Lembaran yang sudah tersusun dalam bentuk buku ini, perlu anda ketahui untuk mengenal Banyuwangi lebih awal. Buku ini dikeluarkan oleh pihak Dinas Kebudayaan dan Pariwisata Kabupaten Banyuwangi (Banyuwangi Regency Culture & Tourism Service) secara terbatas dan tidak diperjualbelikan.

Asal-usul Gandrung Banyuwangi


Dalam setiap prosesi upacara di Istana Majapahit sering dipentaskan suatu bentuk tarian istana, yang dikenal dengan istilah "Juru Angin", yaitu seorang wanita menari sambil menyanyi dengan begitu menarik. Penari tersebut diikuti Oleh seorang "Buyut", yaitu seorang pria tua berfungsi sebagai punokawan penari Juru Angin tersebut.
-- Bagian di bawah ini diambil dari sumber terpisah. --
import * as maths from '../maths/maths.ts';

/** Luminance of a point of the sky over that of the zenith. `fromSun_rad`: difference of azimuth to the sun. */
export type RelativeLuminance = (altitude_rad: number, fromSun_rad: number) => number;

/**
 * Traditional CIE overcast sky: three times as bright at the zenith as at the horizon, the same all round.
 * @see CIE (1955), after P. Moon, D. E. Spencer, Illuminating Engineering 37, 707–726 (1942); kept in ISO 15469:2004 as the
 *      sixteenth sky
 */
export const overcastLuminance: RelativeLuminance = (altitude_rad) => (1 + 2 * maths.sin(altitude_rad)) / 3;

/** Horizontal illuminance of the traditional overcast sky over its zenith luminance: ∫ L sin γ dω = 7π/9 [sr]. */
export const OVERCAST_LEVEL_sr = (7 * Math.PI) / 9;

/** Vertical over horizontal illuminance under the traditional overcast sky, nothing in front: 3/14 + 4/(7π) = 0.396. */
export const OVERCAST_VERTICAL = 3 / 14 + 4 / (7 * Math.PI);

/** One of the CIE general skies: a and b shape the fall from zenith to horizon, c, d and e the brightness round the sun. */
export type GeneralSky = {
  readonly a: number;
  readonly b: number;
  readonly c: number;
  readonly d: number;
  readonly e: number;
  readonly name: string;
};

const sky = (a: number, b: number, c: number, d: number, e: number, name: string): GeneralSky => ({
  a,
  b,
  c,
  d,
  e,
  name,
});

/** The fifteen skies, type 1 first. ISO 15469:2004 (CIE S 011/E:2003). */
export const GENERAL_SKIES: readonly GeneralSky[] = [
  sky(4, -0.7, 0, -1, 0, 'overcast, steep, the same all round'),
  sky(4, -0.7, 2, -1.5, 0.15, 'overcast, steep, slightly brighter towards the sun'),
  sky(1.1, -0.8, 0, -1, 0, 'overcast, moderate, the same all round'),
  sky(1.1, -0.8, 2, -1.5, 0.15, 'overcast, moderate, slightly brighter towards the sun'),
  sky(0, -1, 0, -1, 0, 'evenly bright'),
  sky(0, -1, 2, -1.5, 0.15, 'partly cloudy, even, slightly brighter towards the sun'),
  sky(0, -1, 5, -2.5, 0.3, 'partly cloudy, even, brighter round the sun'),
  sky(0, -1, 10, -3, 0.45, 'partly cloudy, even, distinct corona'),
  sky(-1, -0.55, 2, -1.5, 0.15, 'partly cloudy, sun hidden'),
  sky(-1, -0.55, 5, -2.5, 0.3, 'partly cloudy, brighter round the sun'),
  sky(-1, -0.55, 10, -3, 0.45, 'white-blue, distinct corona'),
  sky(-1, -0.32, 10, -3, 0.45, 'clear, clean air'),
  sky(-1, -0.32, 16, -3, 0.3, 'clear, polluted air'),
  sky(-1, -0.15, 16, -3, 0.3, 'cloudless, hazy, broad corona'),
  sky(-1, -0.15, 24, -2.8, 0.15, 'white-blue, hazy, broad corona'),
];

/**
 * A CIE general sky with the sun at a place. Only its shape is given: scale it with a zenith luminance or with a horizontal
 * illuminance (`levelShare_sr`).
 * @param type            1 to 15
 * @param sunZenith_rad   zenith angle of the sun, 0 to π/2
 * @throws {RangeError}   when there is no such type
 * @see ISO 15469:2004 (CIE S 011/E:2003)
 */
export function generalSky(type: number, sunZenith_rad: number): RelativeLuminance {
  const kind = GENERAL_SKIES[type - 1];
  if (!kind) throw new RangeError(`no such sky: ${type}; the general skies are 1 to 15`);
  const { a, b, c, d, e } = kind;
  // exp(b/cos Z) tends to 0 at the horizon, so the gradation tends to 1; b is negative in every row.
  const gradation = (cosZ: number): number => (cosZ > 0 ? 1 + a * maths.exp(b / cosZ) : 1);
  const corona = (chi: number, cosChi: number): number =>
    1 + c * (maths.exp(d * chi) - maths.exp((d * Math.PI) / 2)) + e * cosChi * cosChi;
  const cosSun = maths.cos(sunZenith_rad);
  const sinSun = maths.sin(sunZenith_rad);
  const zenith = corona(sunZenith_rad, cosSun) * gradation(1);
  return (altitude_rad, fromSun_rad) => {
    const cosZ = maths.sin(altitude_rad);
    const cosChi = Math.min(1, Math.max(-1, cosSun * cosZ + sinSun * maths.cos(altitude_rad) * maths.cos(fromSun_rad)));
    return (corona(maths.acos(cosChi), cosChi) * gradation(cosZ)) / zenith;
  };
}

/** Midpoints over a quarter turn; with 180 the sums below stand within 1e-4 of the closed forms. */
const RINGS = 180;

/** Horizontal illuminance of an open sky over its zenith luminance: ∫ L sin γ dω [sr]; π for an even sky. */
export function levelShare_sr(luminance: RelativeLuminance): number {
  return dome(luminance, (altitude) => maths.sin(altitude), -Math.PI, Math.PI);
}

/**
 * Illuminance of an open vertical plane over the zenith luminance [sr]; π/2 for an even sky.
 * @param bearingFromSun_rad  of the plane's normal, from the sun's azimuth
 */
export function verticalShare_sr(luminance: RelativeLuminance, bearingFromSun_rad: number): number {
  const facing = (altitude: number, azimuth: number): number =>
    maths.cos(altitude) * maths.cos(azimuth - bearingFromSun_rad);
  return dome(luminance, facing, bearingFromSun_rad - Math.PI / 2, bearingFromSun_rad + Math.PI / 2);
}

function dome(
  luminance: RelativeLuminance,
  cosine: (altitude_rad: number, azimuth_rad: number) => number,
  from_rad: number,
  to_rad: number,
): number {
  const high = Math.PI / 2 / RINGS;
  const spokes = Math.round((to_rad - from_rad) / high);
  const wide = (to_rad - from_rad) / spokes;
  let sum = 0;
  for (let i = 0; i < RINGS; i++) {
    const altitude = (i + 0.5) * high;
    // Solid angle of the patch, exactly: the ring's height in sine times the width of the spoke.
    const patch = (maths.sin((i + 1) * high) - maths.sin(i * high)) * wide;
    for (let k = 0; k < spokes; k++) {
      const azimuth = from_rad + (k + 0.5) * wide;
      sum += luminance(altitude, azimuth) * cosine(altitude, azimuth) * patch;
    }
  }
  return sum;
}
Bentuk tarian inilah, yang mungkin sebagai prototype suatu bentuk kesenian, yang sekarang dikenal dengan "Gandrung".

Hal ini dapat diasumsikan dari bentuk penampilan penari Gandrung yang selalu diikuti Oleh seorang pemain Kluncing atau lebih dikenal sebagai Pengudang.

Pengudang ini selalu memberikan lawakan-lawakan terkait tarian yang dibawakan oleh penari Gandrung.

Pada zaman kehidupan kerajaan-kerajaan, daerah sangat jauh dari pusat kerajaan, sehingga perkembangan seni budayanya mengikuti pola seni budaya pusat. Dalam masa perkembanganya sampai tahun 1890, di daerah Blambangan berkembang bentuk kesenian Gandrung, yang penarinya terdiri dari anak laki-laki berumur antara 7 sampai 16 tahun. Mereka berperan sebagai penari Gandrung dengan berpakaian wanita.

Pementasan seni gandrung laki-laki pada masa itu dilakukan dengan jalan keliling desa-desa, kemudian penari tersebut mendapatkan inatura. Gamelan pengiringnya terdiri dari gendang, kethuk, biola, gong dan kluncing. Penari gandrung laki-laki hanya mampu bertahan sampai 40 tahun. Namun, ada juga yang tetap memilih jadi penari Gandrung sampai akhir hayatnya.


Pelaksanaan pementasannya dilakukan pada malam hari, terutama pada bulan purnama di halaman terbuka. Penari Gandrung pria di tampilkan empat orang penari sekaligus menari secara bersama-sama. Pemilihan partner penarinya dilakukan dengan melemparkan ujung sampur kepada penonton yang mengelilinginya. Biasanya diawali dari bagian barat, timur, selatan, dan kemudian utara.

Pada perkembangan terakhir, penari Gandrung dibawakan oleh seorang wanita. Penari Gandrung wanita pertama juga penari Seblang bernama Semi, putri seorang penduduk Cungking bernama Mak Midah. Penduduk Desa Cungking sampai tahun 1850 masih beragama Ciwa.

Di desa yang sekarang berubah nama menjadi Kelurahan Bakungan inilah, sampai sekarang masih berkembang kesenian Seblang. Urutan penampilan biasanya diawali dengan tari jejer, baru kemudian disusul tari penari Gandrung. Biasanya diatur menurut datangnya tamu dalam arena tersebut.

Dalam mengatur urutan tersebut biasanya penari Gandrung dibantu oleh seorang gedong atau biasa disebut pramugari.

Pada akhirnya pertunjukkan ditutup dengan tari Seblang subuh, yang syair gendingnya mengandung petuah-petuah bagi para penonton.